Cette approche répond à une double logique. Côté usager, elle réduit les frictions et les erreurs de saisie. Côté facturier, elle améliore le rapprochement des opérations et accélère le recouvrement. Déjà disponible à travers plusieurs applications de mobile banking et wallets MarocPay, le QR code Fatourati s’inscrit dans un contexte de généralisation de la facture électronique au Maroc.
En articulant ces trois briques, le CMI dessine une stratégie cohérente. Fatourati Collect cible les entreprises qui veulent un accès immédiat et sans développement. Fatourati Agrégateur vise les éditeurs et fintechs qui souhaitent embarquer le règlement dans leurs solutions. Fatourati QR simplifie le dernier kilomètre, celui de l’usager face à sa facture. Trois portes d’entrée, un même réseau de 32 institutions financières, un même écosystème interopérable et mutualisé.

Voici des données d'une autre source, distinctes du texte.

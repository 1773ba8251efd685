/**
 * The 3D view: the box outline, particles as points coloured by relative error (targets) or grey
 * (other particles), residual arrows as line segments, a picked-particle ring, orbit/zoom/pan, a slab
 * filter and screen-space picking. Renders on demand only (after a change or while the view moves).
 * While the camera moves, very large clouds draw a random prefix of their points.
 */
import * as THREE from 'three';
import { OrbitControls } from 'three/examples/jsm/controls/OrbitControls.js';
import type { Box } from '../../../engine/box';
import { NO_SLAB, type Slab, pickNearest, slabContains, worldUnit } from './geometry';
import { pointsMaterial } from './pointsMaterial';

/**
 * Clouds larger than this are stored in a random order, so that while the view moves a prefix of them
 * can stand for all; how long that prefix is adapts to the frame time (software rendering is slow).
 */
export const MOVING_POINTS = 250_000;

/** Frame-time goal while the view moves (ms), and the smallest prefix drawn meanwhile. */
const MOVING_FRAME_MS = 40;
export const MOVING_MIN_POINTS = 20_000;

/**
 * Most points drawn in a still frame when WebGL is rendered in software (SwiftShader, llvmpipe): a
 * random prefix of the cloud stands for the rest, and the view says so. Hardware draws everything.
 */
export const SOFTWARE_STILL_POINTS = 300_000;

/** Whether the context renders in software (by the renderer string, where the browser tells it). */
function softwareRendered(gl: WebGLRenderingContext | WebGL2RenderingContext): boolean {
  try {
    const ext = gl.getExtension('WEBGL_debug_renderer_info');
    const name = String(ext ? gl.getParameter(ext.UNMASKED_RENDERER_WEBGL) : gl.getParameter(gl.RENDERER));
    return /swiftshader|llvmpipe|software|softpipe/i.test(name);
  } catch {
    return false;
  }
}

export const VIEW_COLOURS = {
  background: 0x17211f,
  box: 0x7f948d,
  context: [0.42, 0.48, 0.46] as const,
  arrow: 0xffb870,
  ring: [1, 0.35, 0.3] as const,
};

export interface ViewHandle {
  /** Box and particles: targets (world xyz, rgb) in draw order, and other particles (world xyz). */
  setCloud(box: Box, targets: Float32Array | null, colours: Float32Array | null, context: Float32Array | null): void;
  setColours(colours: Float32Array): void;
  setArrows(segments: Float32Array | null): void;
  setSlab(slab: Slab): void;
  setContextVisible(on: boolean): void;
  /** Ring around the target at draw slot `slot` (−1: none). */
  setSelected(slot: number): void;
  /** Moves the camera to look at the target at draw slot `slot` from nearby. */
  flyTo(slot: number): void;
  /** Draw slot of the target nearest the pointer (client pixels inside the canvas), or −1. */
  pick(x: number, y: number): number;
  /** Points drawn in a still frame and points held (they differ only under software rendering). */
  drawn(): { shown: number; total: number; software: boolean };
  resize(): void;
  render(): void;
  readonly canvas: HTMLCanvasElement;
  dispose(): void;
}

function boxOutline(box: Box): THREE.LineSegments {
  const l = worldUnit(box);
  const g = new THREE.BoxGeometry(box.lx / l, box.ly / l, box.lz / l);
  const edges = new THREE.EdgesGeometry(g);
  g.dispose();
  const lines = new THREE.LineSegments(edges, new THREE.LineBasicMaterial({ color: VIEW_COLOURS.box }));
  lines.position.set(box.lx / l / 2, box.ly / l / 2, box.lz / l / 2);
  return lines;
}

function slabOutline(box: Box, slab: Slab): THREE.LineSegments | null {
  if (slab.axis < 0) return null;
  const l = worldUnit(box);
  const side = [box.lx / l, box.ly / l, box.lz / l];
  const a = slab.axis, b = (a + 1) % 3, c = (a + 2) % 3;
  const pts: number[] = [];
  for (const v of [slab.min, slab.max]) {
    const corner = (u: number, w: number) => {
      const p = [0, 0, 0];
      p[a] = v;
      p[b] = u * side[b];
      p[c] = w * side[c];
      return p;
    };
    const q = [corner(0, 0), corner(1, 0), corner(1, 1), corner(0, 1)];
    for (let k = 0; k < 4; k++) pts.push(...q[k], ...q[(k + 1) % 4]);
  }
  const g = new THREE.BufferGeometry();
  g.setAttribute('position', new THREE.Float32BufferAttribute(pts, 3));
  return new THREE.LineSegments(g, new THREE.LineBasicMaterial({ color: 0xd9c9a0, transparent: true, opacity: 0.8 }));
}

/** Creates the view inside `host` (a sized element). */
export function viewCreate(host: HTMLElement): ViewHandle {
  const renderer = new THREE.WebGLRenderer({ antialias: false, preserveDrawingBuffer: true, powerPreference: 'low-power' });
  renderer.setPixelRatio(Math.min(2, window.devicePixelRatio || 1));
  renderer.setClearColor(VIEW_COLOURS.background, 1);
  const canvas = renderer.domElement;
  canvas.setAttribute('aria-label', 'particles in the box, coloured by relative error');
  host.appendChild(canvas);
  const scene = new THREE.Scene();
  const camera = new THREE.PerspectiveCamera(40, 1, 0.005, 50);
  const controls = new OrbitControls(camera, canvas);
  controls.enableDamping = false;
  controls.zoomSpeed = 1.2;

  let box: Box | null = null;
  let outline: THREE.LineSegments | null = null;
  let slabLines: THREE.LineSegments | null = null;
  let slab: Slab = NO_SLAB;
  let targetWorld: Float32Array | null = null;
  const targetGeom = new THREE.BufferGeometry();
  const targetPoints = new THREE.Points(targetGeom, pointsMaterial(3.2));
  const contextGeom = new THREE.BufferGeometry();
  const contextPoints = new THREE.Points(contextGeom, pointsMaterial(1.6, 0.45));
  const arrowGeom = new THREE.BufferGeometry();
  const arrows = new THREE.LineSegments(arrowGeom, new THREE.LineBasicMaterial({ color: VIEW_COLOURS.arrow }));
  const ringGeom = new THREE.BufferGeometry();
  ringGeom.setAttribute('position', new THREE.Float32BufferAttribute([0, 0, 0], 3));
  ringGeom.setAttribute('color', new THREE.Float32BufferAttribute([...VIEW_COLOURS.ring], 3));
  const ring = new THREE.Points(ringGeom, pointsMaterial(16, 1, true));
  ring.visible = false;
  contextPoints.frustumCulled = targetPoints.frustumCulled = arrows.frustumCulled = ring.frustumCulled = false;
  scene.add(contextPoints, targetPoints, arrows, ring);

  let frame = 0;
  let moving = false;
  // points drawn per cloud while moving: halved when frames come slower than the goal, doubled when fast
  const software = softwareRendered(renderer.getContext());
  const still = software ? SOFTWARE_STILL_POINTS : Infinity;
  let budget = software ? MOVING_POINTS / 4 : MOVING_POINTS;
  let lastFrame = 0;
  const render = (now: number = performance.now()) => {
    frame = 0;
    if (moving && lastFrame > 0) {
      const dt = now - lastFrame;
      if (dt > MOVING_FRAME_MS * 1.5) budget = Math.max(MOVING_MIN_POINTS, Math.floor(budget / 2));
      else if (dt < MOVING_FRAME_MS / 2) budget = Math.min(4 * MOVING_POINTS, budget * 2);
    }
    lastFrame = moving ? now : 0;
    const n = targetGeom.getAttribute('position')?.count ?? 0;
    const m = contextGeom.getAttribute('position')?.count ?? 0;
    // targets first: the context gets what the budget leaves
    const cap = moving ? budget : still;
    const nt = Math.min(n, cap);
    targetGeom.setDrawRange(0, nt);
    contextGeom.setDrawRange(0, Math.max(0, Math.min(m, cap - nt)));
    renderer.render(scene, camera);
  };
  const request = () => {
    if (!frame) frame = requestAnimationFrame(render);
  };
  controls.addEventListener('change', request);
  controls.addEventListener('start', () => {
    moving = true;
    lastFrame = 0;
  });
  controls.addEventListener('end', () => {
    moving = false;
    request();
  });

  const resize = () => {
    const w = Math.max(1, host.clientWidth), h = Math.max(1, host.clientHeight);
    renderer.setSize(w, h, false);
    canvas.style.width = `${w}px`;
    canvas.style.height = `${h}px`;
    camera.aspect = w / h;
    camera.updateProjectionMatrix();
    request();
  };
  const observer = typeof ResizeObserver !== 'undefined' ? new ResizeObserver(resize) : null;
  observer?.observe(host);

  const applySlab = () => {
    for (const p of [targetPoints, contextPoints]) {
      const u = (p.material as THREE.ShaderMaterial).uniforms;
      u.slabAxis.value = slab.axis;
      u.slabMin.value = slab.min;
      u.slabMax.value = slab.max;
    }
  };

  const cameraHome = () => {
    if (!box) return;
    const l = worldUnit(box);
    const c = new THREE.Vector3(box.lx / l / 2, box.ly / l / 2, box.lz / l / 2);
    controls.target.copy(c);
    camera.position.set(c.x + 1.25, c.y + 0.85, c.z + 1.55);
    camera.up.set(0, 1, 0);
    controls.update();
  };

  let flight = 0;
  const handle: ViewHandle = {
    canvas,
    setCloud(b, targets, colours, context) {
      const newBox = !box || b.lx !== box.lx || b.ly !== box.ly || b.lz !== box.lz;
      box = b;
      if (outline) {
        scene.remove(outline);
        outline.geometry.dispose();
      }
      outline = boxOutline(b);
      scene.add(outline);
      targetWorld = targets;
      targetGeom.setAttribute('position', new THREE.BufferAttribute(targets ?? new Float32Array(0), 3));
      targetGeom.setAttribute('color', new THREE.BufferAttribute(colours ?? new Float32Array(targets ? targets.length : 0), 3));
      const cx = context ?? new Float32Array(0);
      contextGeom.setAttribute('position', new THREE.BufferAttribute(cx, 3));
      const grey = new Float32Array(cx.length);
      const [gr, gg, gb] = VIEW_COLOURS.context;
      for (let i = 0; i < grey.length; i += 3) {
        grey[i] = gr;
        grey[i + 1] = gg;
        grey[i + 2] = gb;
      }
      contextGeom.setAttribute('color', new THREE.BufferAttribute(grey, 3));
      // smaller points for dense clouds
      const n = (targets?.length ?? 0) / 3 + cx.length / 3;
      (targetPoints.material as THREE.ShaderMaterial).uniforms.size.value = n > 200_000 ? 1.5 : n > 20_000 ? 2.2 : 3.2;
      (contextPoints.material as THREE.ShaderMaterial).uniforms.size.value = n > 200_000 ? 1 : 1.6;
      if (newBox) cameraHome();
      request();
    },
    setColours(colours) {
      targetGeom.setAttribute('color', new THREE.BufferAttribute(colours, 3));
      request();
    },
    setArrows(segments) {
      arrowGeom.setAttribute('position', new THREE.BufferAttribute(segments ?? new Float32Array(0), 3));
      request();
    },
    setSlab(s) {
      slab = s;
      applySlab();
      if (slabLines) {
        scene.remove(slabLines);
        slabLines.geometry.dispose();
        slabLines = null;
      }
      if (box) {
        slabLines = slabOutline(box, s);
        if (slabLines) scene.add(slabLines);
      }
      request();
    },
    setContextVisible(on) {
      contextPoints.visible = on;
      request();
    },
    setSelected(slot) {
      if (!targetWorld || slot < 0 || 3 * slot >= targetWorld.length) ring.visible = false;
      else {
        ringGeom.setAttribute('position', new THREE.Float32BufferAttribute(Array.from(targetWorld.subarray(3 * slot, 3 * slot + 3)), 3));
        ring.visible = true;
      }
      request();
    },
    flyTo(slot) {
      if (!targetWorld || slot < 0 || 3 * slot >= targetWorld.length) return;
      const goal = new THREE.Vector3(targetWorld[3 * slot], targetWorld[3 * slot + 1], targetWorld[3 * slot + 2]);
      const from = controls.target.clone();
      const dir = camera.position.clone().sub(from).normalize();
      const startPos = camera.position.clone();
      const endPos = goal.clone().add(dir.multiplyScalar(0.32));
      const t0 = performance.now();
      cancelAnimationFrame(flight);
      moving = true;
      lastFrame = 0;
      const step = () => {
        const t = Math.min(1, (performance.now() - t0) / 600);
        const e = t < 0.5 ? 2 * t * t : 1 - (-2 * t + 2) ** 2 / 2;
        controls.target.lerpVectors(from, goal, e);
        camera.position.lerpVectors(startPos, endPos, e);
        controls.update();
        if (t < 1) {
          render();
          flight = requestAnimationFrame(step);
        } else {
          moving = false;
          render();
        }
      };
      flight = requestAnimationFrame(step);
    },
    pick(x, y) {
      if (!targetWorld) return -1;
      camera.updateMatrixWorld();
      const vp = new THREE.Matrix4().multiplyMatrices(camera.projectionMatrix, camera.matrixWorldInverse);
      const w = canvas.clientWidth, h = canvas.clientHeight;
      const world = targetWorld;
      const sl = slab;
      const shown = Math.min(world.length / 3, still);
      const visible = (k: number) => k < shown && (sl.axis < 0 || slabContains(sl, world[3 * k + sl.axis]));
      return pickNearest(world, vp.elements, w, h, x, y, 8, visible);
    },
    resize,
    render,
    drawn() {
      const n = targetGeom.getAttribute('position')?.count ?? 0;
      const m = contextGeom.getAttribute('position')?.count ?? 0;
      const nt = Math.min(n, still);
      return { shown: nt + Math.max(0, Math.min(m, still - nt)), total: n + m, software };
    },
    dispose() {
      observer?.disconnect();
      cancelAnimationFrame(frame);
      cancelAnimationFrame(flight);
      controls.dispose();
      for (const g of [targetGeom, contextGeom, arrowGeom, ringGeom]) g.dispose();
      outline?.geometry.dispose();
      slabLines?.geometry.dispose();
      renderer.dispose();
      canvas.remove();
    },
  };
  resize();
  return handle;
}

La trajectoire de Fatourati illustre un mouvement plus large. Au Maroc, la digitalisation des paiements s’accélère sous l’effet conjugué de la réglementation, de l’essor du mobile banking et de la montée en puissance des fintechs. Le CMI, en ouvrant sa plateforme, se positionne comme l’infrastructure transactionnelle de référence sur laquelle viennent se brancher les acteurs de l’écosystème, des banques aux startups, des administrations aux PME.